事实证明下游在任何终止情况下都会运行上游定义的finalizer。那么scalaz-stream是怎么做到从下游运行上游定义的finalizer呢?我想答案一定会跟这个|>符号的pipe函数有关:
/**
* Feed the output of this `Process` as input of `p1`. The implementation
* will fuse the two processes, so this process will only generate
* values as they are demanded by `p1`. If `p1` signals termination, `this`
* is killed with same reason giving it an opportunity to cleanup.
*/
final def pipe[O2](p1: Process1[O, O2]): Process[F, O2] =
p1.suspendStep.flatMap({ s1 =>
s1 match {
case s@Step(awt1@Await1(rcv1), cont1) =>
val nextP1 = s.toProcess
this.step match {
case Step(awt@Await(_, _, _), cont) => awt.extend(p => (p +: cont) pipe nextP1)

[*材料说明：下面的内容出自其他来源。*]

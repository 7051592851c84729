package main

import (
	"bytes"
	"context"
	"flag"
	"fmt"
	"io"
	"path/filepath"
	"strings"

	"rolloff/sweep/analysis"
	"rolloff/sweep/export"
	"rolloff/sweep/store"
)

func init() {
	register(&command{
		name:    "plot",
		summary: "plot responses: one, an overlay of several, or the difference of two",
		run:     runPlot,
	})
}

func runPlot(ctx context.Context, env *cmdEnv, args []string) error {
	return plotMain(env.stderr, args)
}

// plotMain is the plot command on an explicit error writer.
func plotMain(stderr io.Writer, args []string) error {
	fs := flag.NewFlagSet("plot", flag.ContinueOnError)
	fs.SetOutput(stderr)
	var af analysisFlags
	af.register(fs, true)
	out := fs.String("o", "", "output file: .png, .svg or .pdf")
	diff := fs.Bool("diff", false, "plot the difference of two runs (second − first)")
	title := fs.String("title", "", "plot title")
	fs.Usage = func() {
		fmt.Fprintf(stderr, "usage: rolloff plot INPUT... -o OUT.(png|svg|pdf) [--diff] [--title TEXT] [analysis options]\n\n"+
			"INPUT is a CSV file or a run directory. One input gives the response plot, several an overlay,\n"+
			"--diff with two inputs the difference second − first.\n\n")
		fs.PrintDefaults()
	}
	inputs, err := parseInterleaved(fs, args)
	if err != nil {
		return err
	}
	usage := func(e error) error { fs.Usage(); return &exitError{code: 2, err: e} }
	if len(inputs) == 0 {
		return usage(fmt.Errorf("no input: give CSV files or run directories"))
	}
	if *out == "" {
		return usage(fmt.Errorf("-o OUT.png|svg|pdf is required"))
	}
	format := strings.ToLower(strings.TrimPrefix(filepath.Ext(*out), "."))
	if format != "png" && format != "svg" && format != "pdf" {
		return usage(fmt.Errorf("-o %q: want a .png, .svg or .pdf file", *out))
	}
	if *diff && len(inputs) != 2 {
		return usage(fmt.Errorf("--diff needs exactly two inputs, got %d", len(inputs)))
	}
	opts, err := af.options()
	if err != nil {
		return &exitError{code: 2, err: err}
	}
	var series []export.Series
	for _, in := range inputs {
		pts, err := export.LoadRun(in, export.ReadOptions{VinVrms: af.vin})
		if err != nil {
			return err
		}
		res, err := analysis.Analyze(pts, opts)
		if err != nil {
			return fmt.Errorf("%s: %w", in, err)
		}
		name := strings.TrimSuffix(filepath.Base(in), filepath.Ext(in))
		series = append(series, export.Series{Name: name, Points: pts, Result: res})
	}
	po := export.PlotOptions{Title: *title}
	var buf bytes.Buffer
	switch {
	case *diff:
		err = export.DiffPlot(&buf, format, po, series[0], series[1])
	case len(series) > 1:
		err = export.Overlay(&buf, format, po, series...)
	default:
		err = export.WritePlot(&buf, format, series[0].Points, series[0].Result, po)
	}
	if err != nil {
		return err
	}
	return store.WriteFileAtomic(*out, buf.Bytes())
}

case Step(Emit(os), cont) => cont.continue pipe process1.feed(os)(nextP1)
case hlt@Halt(End) => hlt pipe nextP1.disconnect(Kill).swallowKill
case hlt@Halt(rsn: EarlyCause) => hlt pipe nextP1.disconnect(rsn)
}
case Step(emt@Emit(os), cont) =>
// When the pipe is killed from the outside it is killed at the beginning or after emit.
// This ensures that Kill from the outside is not swallowed.
emt onHalt {
case End => this.pipe(cont.continue)
case early => this.pipe(Halt(early) +: cont).causedBy(early)
}
case Halt(rsn) => this.kill onHalt { _ => Halt(rsn) }
}
})
/** Operator alias for `pipe`. */
final def |>[O2](p2: Process1[O, O2]): Process[F, O2] = pipe(p2)
scalaz-stream在io对象里提供了一个linesR函数。我们可以用这个函数来读取文件系统里的文件:
val fileLines = io.linesR(s"/Users/TraverseUsage.scala")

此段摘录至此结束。